The men ran out of food and water 10 days after coming on board and survived another four days by drinking the sea water. They were rescued in the southeastern port of Vitoria by Brazilian federal police.

Reuters described their 5,600 kilometres (3,500 miles) journey as remarkable, and death-defying, noting that it underlines the risks some migrants are prepared to take for a shot at a better life.

“It was a terrible experience for me,” said 38-year-old Thankgod Yeye, one of the four Nigerians, in an interview at a Sao Paulo church shelter. “On board it is not easy. I was shaking, so scared. But I’m here.”

The four men said they had hoped to reach Europe and were shocked to learn they had in fact landed on the other side of the Atlantic, in Brazil.

Two of the men have since been returned to Nigeria upon their request, while Mr Yeye and Roman Friday, a 35-year-old from Bayelsa State, have applied for asylum in Brazil.

“I pray the government of Brazil will have pity on me,” said Mr Friday, who had already attempted to flee Nigeria by ship once before but was arrested by authorities there.

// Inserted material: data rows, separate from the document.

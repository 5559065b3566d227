import { useQuery } from '@tanstack/react-query';
import { FormProvider } from 'react-hook-form';
import { useClinicZone } from '../../../lib/session';
import { RecordFrame } from '../forms/record-frame';
import { useRecordDrawer } from '../forms/use-record-drawer';
import { recentTestsQuery } from '../queries';
import type { RecordDrawerProps } from '../record-drawer';
import { savedSpirometry, serverPath, spirometryBody, type SpirometryAnswer } from './save-spirometry';
import { SpirometryBody } from './spirometry-body';
import { spirometryEarlier } from './spirometry-earlier';
import type { SpirometryForm } from './spirometry-form';
import { checkSpirometry } from './spirometry-request';
import { useSpirometryForm } from './use-spirometry-form';

interface SpirometryFormDrawerProps extends RecordDrawerProps {
  start: SpirometryForm;
  restoredAt: string | null;
  onStartOver: () => void;
}

/** A new test, or one before and one after bronchodilator. */
export const SpirometryFormDrawer = (props: SpirometryFormDrawerProps) => {
  const { patient, start, restoredAt, onStartOver, onClose, onSaved, onKept } = props;
  const timeZone = useClinicZone();
  const earlier = spirometryEarlier(patient, useQuery(recentTestsQuery(patient.id)).data ?? []);
  const state = useSpirometryForm(start, earlier);
  const drawer = useRecordDrawer<SpirometryForm, SpirometryAnswer>({
    patientId: patient.id,
    state,
    check: state.check,
    draftForm: 'spirometry',
    restoredAt,
    request: (form) => {
      const checked = checkSpirometry(form, timeZone);
      return {
        path: `/api/patients/${patient.id}/spirometry-tests`,
        body: spirometryBody(checked),
        toFormPath: (path) => serverPath(path, checked),
      };
    },
    onSaved: (answer) => onSaved(savedSpirometry(answer, patient.id)),
  });

  return (
    <FormProvider {...state.form}>
      <RecordFrame
        title="Record spirometry"
        patient={patient}
        drawer={drawer}
        openQuestions={state.questions.length}
        saveLabel={drawer.mayRetry ? 'Try again' : 'Save test'}
        keepsDraft
        onStartOver={restoredAt ? onStartOver : undefined}
        onClose={onClose}
        onKept={onKept}
      >
        <SpirometryBody state={state} patient={patient} earlierHeight={earlier.heightCm} amending={false} />
      </RecordFrame>
    </FormProvider>
  );
};
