import { formatZ } from '@slighthill/shared/format';
import { ChartMark } from '../../../charts/chart-mark';
import type { MarkKind } from '../../../charts/mark-kind';

export interface StripPoint {
  z: number;
  kind: MarkKind;
  words: string;
}

interface ZStripProps {
  measure: string;
  points: readonly StripPoint[];
}

const width = 168;
const height = 26;
const [from, to] = [-4.8, 1.6];
/** LLN at the fifth percentile; -2.5 and -4 are the limits of rule GR-4. */
const lln = -1.645;

export const zStripX = (z: number): number =>
  (width * (Math.min(Math.max(z, from + 0.2), to - 0.2) - from)) / (to - from);

/** Where the values lie against the LLN and the z limits; a value off the scale stands at its end. */
export const ZStrip = ({ measure, points }: ZStripProps) => (
  <svg
    role="img"
    aria-label={`${measure}: ${points.map(({ z, words }) => `z ${formatZ(z)} ${words}`).join(', ')}`}
    viewBox={`0 0 ${width} ${height}`}
    width={width}
    height={height}
  >
    <rect x={0} y={0} width={zStripX(lln)} height={height} fill="var(--band-obstructive-3)" />
    <rect x={zStripX(lln)} y={0} width={width - zStripX(lln)} height={height} fill="var(--surface)" />
    {[-4, -2.5].map((z) => (
      <path key={z} d={`M${zStripX(z)} 0V${height}`} stroke="var(--band-obstructive-contour)" strokeWidth={1} />
    ))}
    <path d={`M${zStripX(0)} 0V${height}`} stroke="var(--edge)" strokeWidth={1.2} />
    <path d={`M${zStripX(lln)} 0V${height}`} stroke="var(--heather)" strokeWidth={1.6} strokeDasharray="4 3" />
    {points.length === 2 && (
      <path
        d={`M${zStripX(points[0]!.z)} 8L${zStripX(points[1]!.z)} ${height - 8}`}
        stroke="var(--ink)"
        strokeWidth={1.4}
      />
    )}
    {points.map((point, index) => (
      <ChartMark
        key={point.words}
        kind={point.kind}
        x={zStripX(point.z)}
        y={points.length === 1 ? height / 2 : index === 0 ? 8 : height - 8}
        scale={0.85}
      />
    ))}
  </svg>
);

/** The names above the strips: -4, LLN and 0, each over its line. */
export const ZStripScale = () => (
  <svg aria-hidden="true" viewBox={`0 0 ${width} 14`} width={width} height={14} className="text-head">
    {[
      { z: -4, text: '\u22124', fill: 'var(--ink-soft)' },
      { z: lln, text: 'LLN', fill: 'var(--heather)' },
      { z: 0, text: '0', fill: 'var(--ink-soft)' },
    ].map(({ z, text, fill }) => (
      <text key={text} x={zStripX(z)} y={11} textAnchor="middle" fill={fill}>
        {text}
      </text>
    ))}
  </svg>
);
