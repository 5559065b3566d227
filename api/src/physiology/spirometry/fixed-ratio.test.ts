import { describe, expect, it } from 'vitest';
import { isBelowFixedRatio, isRatioBelowFixed } from './fixed-ratio';

describe('the fixed ratio (rule GR-1)', () => {
  // Rule SP-1. "FEV1/FVC under 0.70 suggests obstruction" is common practice.
  it.each([
    [1320, 2780, true],
    [2100, 3000, false],
    [2905, 4150, false],
    [2620, 3710, false],
    [810, 1150, false],
    [2099, 3000, true],
  ])('%d over %d mL is below 0.70: %s', (fev1Ml, fvcMl, below) => {
    expect(isBelowFixedRatio(fev1Ml, fvcMl)).toBe(below);
    expect(isRatioBelowFixed(fev1Ml / fvcMl)).toBe(below);
  });

  // Rule 0.3: in doubles these fall below 0.70, in truth they equal it.
  it.each([
    [567, 810],
    [1134, 1620],
    [2268, 3240],
    [2877, 4110],
    [2905, 4150],
    [2933, 4190],
    [2961, 4230],
    [4536, 6480],
  ])('%d over %d mL is exactly 0.70 and not below', (fev1Ml, fvcMl) => {
    expect(fev1Ml / 1000 / (fvcMl / 1000)).toBeLessThan(0.7);
    expect(isBelowFixedRatio(fev1Ml, fvcMl)).toBe(false);
    expect(isRatioBelowFixed(fev1Ml / 1000 / (fvcMl / 1000))).toBe(false);
  });

  it('refuses what is no volume', () => {
    expect(() => isBelowFixedRatio(0, 1000)).toThrow(RangeError);
    expect(() => isBelowFixedRatio(1000, Number.NaN)).toThrow(RangeError);
  });
});
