import { toLocalInput } from '../../../lib/clinic-time';
import { useClinicZone } from '../../../lib/session';
import { DraftStart } from '../forms/draft-start';
import type { RecordDrawerProps } from '../record-drawer';
import { emptySpirometryForm, spirometryForm } from './spirometry-form';
import { SpirometryFormDrawer } from './spirometry-form-drawer';

export const SpirometryDrawer = (props: RecordDrawerProps) => {
  const timeZone = useClinicZone();
  return (
    <DraftStart
      title="Record spirometry"
      form="spirometry"
      subject={props.patient.id}
      schema={spirometryForm}
      empty={() => emptySpirometryForm(toLocalInput(new Date(), timeZone), () => crypto.randomUUID())}
      onClose={props.onClose}
    >
      {(start, key) => <SpirometryFormDrawer key={key} {...props} {...start} />}
    </DraftStart>
  );
};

Both men said economic hardship, political instability and crime had left them with little option but to abandon their native Nigeria. Africa’s most populous country has longstanding issues of violence and poverty, and kidnappings are endemic.Mr Yeye, a pentecostal minister from Lagos State, said his peanut and palm oil farm was destroyed by floods this year, leaving him and his family homeless. He hopes they can now join him in Brazil.

According to Mr Friday, his journey to Brazil began on 27 June when a fisherman friend rowed him up to the stern of the Liberian-flagged Ken Wave, docked in Lagos, and left him by the rudder.To his surprise, he found three men already there, waiting for the ship to depart. He was terrified. He had never met his new shipmates and feared they could toss him into the sea at any moment.

Once the ship was moving, Mr Friday said the four men made every effort not to be discovered by the ship’s crew, who they feared might toss them into the sea.“Maybe if they catch you they will throw you in the water,” he said. “So we taught ourselves never to make a noise.”Spending two weeks within spitting distance of the Atlantic Ocean was perilous.

To prevent themselves from falling into the water, Mr Friday said the men rigged up a net around the rudder and tied themselves to it with a rope. When he looked down, he said he could see “big fish like whales and sharks.” Due to the cramped conditions and the noise of the engine, sleep was rare and risky. “I was very happy when we got rescued,” he said.

Father Paolo Parise, a priest at the Sao Paulo shelter, said he had come across other cases of stowaways, but never one so dangerous. Their journey paid testament to lengths people will go in search of a new start, he said. “People do unimaginable and deeply dangerous things.”